Täglich grüßt das Coronavirus

Die Coronavirus-Pandemie hält uns weiterhin auf Trab und bestimmt nach wie vor den Lebensalltag. In den vergangenen Monaten mussten wir alle enorme Anpassungsleistungen aufbringen. Weiterhin gilt es, unser Verhalten zu kontrollieren und Disziplin zu halten. Dieser eingebaute „Verhaltensfilter“ achtet ständig darauf Abstand zu halten, den Mund-Nasen-Schutz zu tragen und vermehrt Hygienemaßnahmen durchzuführen. Daneben gibt es „Home Office“, „Home Schooling“, abgesagte oder verschobene Projekte, Veranstaltungen und Feiern sowie laufende Maßnahmendaptierungen. Das alles kostet Energie. Mit zunehmender Dauer kann dies ermüden, frustrieren und schließlich zu einer „Sättigung“ führen – einem Zustand gesteigerter Anspannung, innerer Unruhe und von Müdigkeitsempfinden.

Psychische Sättigung

Das Konzept der „Psychischen Sättigung“ beschreibt einen Zustand von innerer Ablehnung und einem Widerwillen gegenüber sich ständig wiederholenden Abläufen bzw. Handlungen in Verbindung mit negativen Emotionen, wie Frustration und Ärger. Diese können schließlich zu Symptomen wie Anspannung, Nervosität, Müdigkeit und zu Rückzugstendenzen führen. Eine „Psychische Sättigung“ kann zunächst neutral empfunden werden, verliert aber allmählich bei einer sich fortlaufend wiederholenden Tätigkeit oder Situation ihren positiven Aufforderungscharakter. Der/die Handelnde entwickelt mit der Zeit eine ausgeprägte Aversion bzw. „Übersättigung“, die mitunter zu starken Affektentladungen bzw. Abwehrreaktionen führen kann – oder anders ausgedrückt: „es einfach satt haben“ – zumal das Coronavirus nicht sicht- und wahrnehmbar ist, sondern nur die Maßnahmen, die zum Schutz ausgeführt werden.

Reaktanz

„Es einfach satt haben“, provoziert Widerstand und könnte dazu führen, dass es zunehmend zu einer Reduktion der Disziplin und einer Zunahme des Risikoverhaltens kommen kann.
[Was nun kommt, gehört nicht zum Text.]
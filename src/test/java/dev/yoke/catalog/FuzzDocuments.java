package dev.yoke.catalog;

import java.io.IOException;
import java.io.UncheckedIOException;
import java.nio.charset.StandardCharsets;
import java.nio.file.Files;
import java.nio.file.Path;
import java.util.ArrayList;
import java.util.List;
import java.util.Random;
import java.util.stream.Stream;

/**
 * Generates hostile and broken documents for the loader fuzz test: random YAML-ish text, and
 * mutations of valid files (byte flips, truncations, inserted aliases and anchors, deep nesting,
 * huge and odd numbers, random units, type confusion, long lines).
 */
final class FuzzDocuments {

    /** Fragments that mean something to a YAML parser or to the unit reader. */
    private static final String[] TOKENS = {
        "- ", ": ", "? ", "\n", "\n  ", "\n    ", "\t", "  ", "#", " # c", "'", "\"", "|", "|-", ">", ">+", "[", "]",
        "{", "}", ",", "&a ", "*a", "&b ", "*b", "<<: *a", "!!binary ", "!!str ", "!!int ", "!!float ", "!!map ",
        "!!seq ", "!custom ", "%YAML 1.2\n", "%TAG ! tag:x,2000:\n", "---\n", "...\n", "~", "null", "true", "yes",
        "off", "NaN", ".nan", ".inf", "-.inf", "0x1F", "0o17", "0b101", "1_000", "1e308", "1e309", "-1e-400",
        "4.7 mH", "3 kOhm", "12 V", "2 A", "0.5 ohm", "155 degC", "-300 degC", "1 K", "3000 rpm", "300 rpm/V",
        "0.02 N*m/A", "0.02 V/krpm", "5 g*cm^2", "20 kHz", "25 nC", "1 nF", "1 µs", "3 °C/W", "1.2 K/W",
        "1e-12 pF", "5 MΩ", "\u00b5", "\u03a9", "\u2126", "\u00b0", "\u0000", "\u0007", "\u0085", "\u2028",
        "\ufeff", "\ud83d\udd27", "\ud800", "\\", "\\x", "\r\n", "\r", "motors:", "switches:", "id:", "label:",
        "bench:", "profile:", "segments:", "limits:", "name:", "modulation: bipolar", "repeat: true",
    };

    /** Values that stress number and unit reading. */
    private static final String[] QUANTITIES = {
        "0", "-0", "-1", "1e400", "-1e400", "1e-400", "4.9e-324", "1.7976931348623157e308",
        "99999999999999999999999999999999999999999999999999", "1" + "0".repeat(2000), "0." + "0".repeat(2000) + "1",
        "1e2147483648", "1e-2147483649", "NaN", "Infinity", "-Infinity", "inf", "0x10", "1/2", "1,5", "½", "٣",
        "1e", "e5", ".", "-", "+", "1..2", "1 2", "1 mmH", "1 kk", "1 Mohm", "1 mOhm", "1 uH", "1 µH", "1 μH",
        "1 meg", "1 MEG", "1 h", "1 min", "1 %", "150 %", "1 C", "25 C", "25 F", "1 rad/s", "1 rps", "1 deg/s",
        "1 kg*m^2", "1 kgm²", "1 N·m", "1 N m", "1 Nm/A", "1 V*s/rad", "1 rpm/V", "-1 rpm/V", "0 rpm/V", "1 W",
        "1 J", "1 Hz", "1 GHz", "1 THz", "1 pHz", "1 K/W", "-5 K/W", "1 degC/W", "1 g", "1 kg", "1 t", "1 lb",
        "[1, 2]", "{a: 1}", "", "~", "\"4.7 mH\"", "'12'", "true", "12 V 3 A", "12V", "12 v", "12 Volt",
    };

    private static final String[] UNITS = {
        "", "V", "A", "Ohm", "ohm", "Ω", "H", "F", "C", "s", "Hz", "W", "J", "K", "degC", "°C", "K/W", "N*m",
        "Nm/A", "V/krpm", "rpm", "rpm/V", "rad/s", "kg*m^2", "g*cm^2", "g", "%", "furlong", "m", "µ", "x/y/z",
    };

    private static final String[] PREFIXES = {"", "p", "n", "u", "µ", "m", "k", "M", "G", "T", "a", "meg"};

    private FuzzDocuments() {
    }

    /** Files to mutate: the bundled catalog, the demo scenarios, every YAML file of the test resources (the broken-file corpus among them), and {@code builtIn}. */
    static List<String> seeds(List<String> builtIn) {
        List<String> seeds = new ArrayList<>(builtIn);
        for (String folder : List.of("catalog", "demo-data", "src/main/resources", "src/test/resources")) {
            Path root = Path.of(folder);
            if (!Files.isDirectory(root)) {
                continue;
            }
            try (Stream<Path> files = Files.walk(root)) {
                for (Path file : files.filter(p -> p.toString().endsWith(".yaml") || p.toString().endsWith(".yml"))
                        .sorted().toList()) {
                    byte[] bytes = Files.readAllBytes(file);
                    if (bytes.length < 2_000_000) {
                        seeds.add(new String(bytes, StandardCharsets.UTF_8));
                    }
                }
            } catch (IOException e) {
                throw new UncheckedIOException(e);
            }
        }
        return seeds;
    }

    /** One document: a mutated seed most of the time, sometimes random text or a targeted bomb. */
    static byte[] document(Random random, List<String> seeds) {
        int kind = random.nextInt(100);
        if (kind < 10) {
            return randomText(random).getBytes(StandardCharsets.UTF_8);
        }
        if (kind < 14) {
            return bomb(random, seeds.get(random.nextInt(seeds.size()))).getBytes(StandardCharsets.UTF_8);
        }
        String text = seeds.get(random.nextInt(seeds.size()));
        int textMutations = 1 + random.nextInt(3);
        for (int i = 0; i < textMutations; i++) {
            text = mutate(random, text);
        }
        byte[] bytes = text.getBytes(StandardCharsets.UTF_8);
        if (random.nextInt(4) == 0) {
            bytes = byteMutation(random, bytes);
        }
        return bytes;
    }

    private static String randomText(Random random) {
        StringBuilder out = new StringBuilder();
        int pieces = random.nextInt(200);
        for (int i = 0; i < pieces; i++) {
            switch (random.nextInt(4)) {
                case 0 -> out.append(TOKENS[random.nextInt(TOKENS.length)]);
                case 1 -> out.append(QUANTITIES[random.nextInt(QUANTITIES.length)]);
                case 2 -> out.append(word(random));
                default -> out.appendCodePoint(random.nextInt(random.nextBoolean() ? 0x80 : 0x3000));
            }
        }
        return out.toString();
    }

    private static String word(Random random) {
        String letters = "abcdefghijklmnopqrstuvwxyz_-.+";
        StringBuilder w = new StringBuilder();
        int length = 1 + random.nextInt(12);
        for (int i = 0; i < length; i++) {
            w.append(letters.charAt(random.nextInt(letters.length())));
        }
        return w.toString();
    }

    private static String quantity(Random random) {
        if (random.nextBoolean()) {
            return QUANTITIES[random.nextInt(QUANTITIES.length)];
        }
        double magnitude = Math.pow(10, random.nextInt(80) - 40) * random.nextDouble();
        String number = random.nextInt(5) == 0 ? Double.toString(-magnitude) : Double.toString(magnitude);
        return number + (random.nextBoolean() ? " " : "") + PREFIXES[random.nextInt(PREFIXES.length)]
                + UNITS[random.nextInt(UNITS.length)];
    }

    /** One text-level change. */
    static String mutate(Random random, String text) {
        List<String> lines = new ArrayList<>(List.of(text.split("\n", -1)));
        int at = lines.isEmpty() ? 0 : random.nextInt(lines.size());
        switch (random.nextInt(13)) {
            case 0 -> { // replace a value with an odd quantity
                String line = lines.get(at);
                int colon = line.indexOf(": ");
                lines.set(at, colon < 0 ? line + " " + quantity(random) : line.substring(0, colon + 2) + quantity(random));
            }
            case 1 -> { // truncate
                return text.substring(0, random.nextInt(text.length() + 1));
            }
            case 2 -> { // insert a token
                int position = random.nextInt(text.length() + 1);
                return text.substring(0, position) + TOKENS[random.nextInt(TOKENS.length)] + text.substring(position);
            }
            case 3 -> lines.add(at, lines.get(at)); // duplicate a line (duplicate keys, duplicate ids)
            case 4 -> lines.remove(at);
            case 5 -> { // swap two lines
                int other = random.nextInt(lines.size());
                String swap = lines.get(at);
                lines.set(at, lines.get(other));
                lines.set(other, swap);
            }
            case 6 -> { // shift indentation
                String line = lines.get(at);
                lines.set(at, random.nextBoolean() ? " ".repeat(1 + random.nextInt(5)) + line : line.stripLeading());
            }
            case 7 -> { // anchor a value and alias it elsewhere
                String line = lines.get(at);
                int colon = line.indexOf(": ");
                if (colon >= 0) {
                    lines.set(at, line.substring(0, colon + 2) + "&x " + line.substring(colon + 2));
                    int other = random.nextInt(lines.size());
                    String target = lines.get(other);
                    int otherColon = target.indexOf(": ");
                    lines.set(other, otherColon < 0 ? target + " *x" : target.substring(0, otherColon + 2) + "*x");
                }
            }
            case 8 -> { // type confusion: a list or a section where a value belongs, or the reverse
                String line = lines.get(at);
                int colon = line.indexOf(':');
                String replacement = List.of("[]", "{}", "[1, 2, 3]", "{id: x}", "~", "\n      - a\n      - b",
                        "\n      nested: 1").get(random.nextInt(7));
                lines.set(at, colon < 0 ? replacement : line.substring(0, colon + 1) + " " + replacement);
            }
            case 9 -> { // a long line
                lines.set(at, lines.get(at) + "x".repeat(random.nextInt(200_000)));
            }
            case 10 -> { // random words in place of keys
                String line = lines.get(at);
                int colon = line.indexOf(':');
                if (colon >= 0) {
                    String indent = line.substring(0, line.length() - line.stripLeading().length());
                    lines.set(at, indent + word(random) + line.substring(colon));
                }
            }
            case 11 -> { // tabs and odd line ends
                lines.set(at, lines.get(at).replace("  ", random.nextBoolean() ? "\t" : "\r"));
            }
            default -> lines.add(at, randomText(random));
        }
        return String.join("\n", lines);
    }

    private static byte[] byteMutation(Random random, byte[] bytes) {
        byte[] out = bytes.clone();
        if (out.length == 0) {
            return new byte[] {(byte) random.nextInt(256)};
        }
        int flips = 1 + random.nextInt(8);
        for (int i = 0; i < flips; i++) {
            int position = random.nextInt(out.length);
            out[position] = random.nextBoolean() ? (byte) random.nextInt(256) : (byte) (out[position] ^ (1 << random.nextInt(8)));
        }
        if (random.nextInt(8) == 0) {
            byte[] withMark = new byte[out.length + 2];
            withMark[0] = (byte) 0xFF;
            withMark[1] = (byte) 0xFE;
            System.arraycopy(out, 0, withMark, 2, out.length);
            return withMark;
        }
        return out;
    }

    /** Documents aimed at parser limits: alias expansion, deep nesting, huge sizes. */
    private static String bomb(Random random, String seed) {
        switch (random.nextInt(6)) {
            case 0 -> { // exponential alias expansion ("billion laughs")
                StringBuilder out = new StringBuilder("a0: &a0 [\"lol\",\"lol\",\"lol\",\"lol\",\"lol\",\"lol\",\"lol\",\"lol\",\"lol\"]\n");
                for (int i = 1; i < 12; i++) {
                    out.append("a").append(i).append(": &a").append(i).append(" [");
                    for (int j = 0; j < 9; j++) {
                        out.append(j == 0 ? "" : ",").append("*a").append(i - 1);
                    }
                    out.append("]\n");
                }
                return out.append("motors: *a11\n").toString();
            }
            case 1 -> { // deep flow nesting
                int depth = 100 + random.nextInt(20_000);
                return "motors: " + "[".repeat(depth) + "]".repeat(random.nextBoolean() ? depth : depth / 2) + "\n";
            }
            case 2 -> { // deep block nesting
                StringBuilder out = new StringBuilder("motors:\n");
                int depth = 50 + random.nextInt(2000);
                for (int i = 0; i < depth; i++) {
                    out.append(" ".repeat(i + 1)).append("- ").append('\n');
                }
                return out.toString();
            }
            case 3 -> { // a recursive anchor
                return "motors: &m\n  - id: a\n    self: *m\n" + seed;
            }
            case 4 -> { // many documents and directives
                return "%YAML 1.1\n---\n" + seed + "\n---\n" + seed + "\n...\n";
            }
            default -> { // one huge scalar
                return "motors:\n  - id: " + "a".repeat(1 + random.nextInt(3_000_000)) + "\n";
            }
        }
    }
}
Dieser Umstand kann anhand der „Reaktanz-Theorie“ (Brehm, 1966) erklärt werden. „Reaktanz“, als Erregungs- und Motivationszustand, tritt dann auf, wenn wir subjektiv empfinden, in unserer persönlichen Freiheit eingeschränkt zu werden und darauf mit Widerstand reagieren, mit dem Ziel, die als verloren wahrgenommene Freiheit wiederherzustellen. Grundsätzlich gilt: je stärker das Empfinden der Einschränkung, desto stärker tendieren wir auch zum Widerstand. Entscheidend ist hierbei unser Aufmerksamkeitsfokus. Wenn wir zum Beispiel dazu neigen, unsere Aufmerksamkeit auf das Verlorene, anstatt auf Neues oder Alternativen zu richten, reagieren wir mit Reaktanz und das verbraucht überproportional viel Energie.

Daueraktivierung

Unser natürliches Alarmsystem ist momentan im Dauereinsatz. Aktivierung ist grundsätzlich sinnvoll, um uns zu schützen. Dauerhafte Aktivierung in Verbindung mit negativer Erlebnisqualität schadet uns aber, denn sie kann zu einer Vielzahl an Stresssymptomen führen, wie gesteigerte Reizbarkeit, innere Unruhe, Schlafstörungen, Kopfschmerzen, Magen-Darm-Beschwerden, Muskelverspannungen oder Bluthochdruck. Darüber hinaus kann dauerhafter Stress unser Immunsystem schwächen und uns anfälliger gegenüber Infekten machen. Stress ist individuell. Entscheidend ist immer die subjektive Bewertung der Situation. Durch unseren unbewussten Autopiloten können wir in eine sich abwärts drehende Stress-Spirale kommen, aber zum Glück können wir aus dieser auch jederzeit aussteigen.

Handlungsoptionen

Aus der Stressprävention und Krisenintervention sind Methoden und Techniken bekannt, die in der gegenwärtigen Situation hilfreich sein können: - Gezielte Aufmerksamkeitslenkung: Um ein Gleichgewicht herzustellen, ist es hilfreich, die Aufmerksamkeit täglich auch immer wieder auf positive Erfahrungen zu lenken. - Regelmäßige Bewegung ist eine der besten Möglichkeiten, um sich zu entspannen. - Entspannung gezielt aufbauen: Autogenes Training, Progressive Muskelentspannung, Meditation und Yoga sind wirksame und gut evaluierte Entspannungsverfahren. - Soziale Unterstützung ist eine wichtige Form der Krisenbewältigung. Sie kann helfen, sich mit der Familie, Freunden oder Arbeitskollegen auszutauschen, dabei Stress abbauen und bei der Bewältigung eigener krisenhafter Zustände helfen, um handlungsfähig zu bleiben. Die derzeitige Situation ist belastend, verlangt großen Energieaufwand und ermüdet uns zunehmend. Im kommenden TD-Heft wird auf die „Pandemie-Ermüdung“ eingegangen. Bleiben Sie gesund!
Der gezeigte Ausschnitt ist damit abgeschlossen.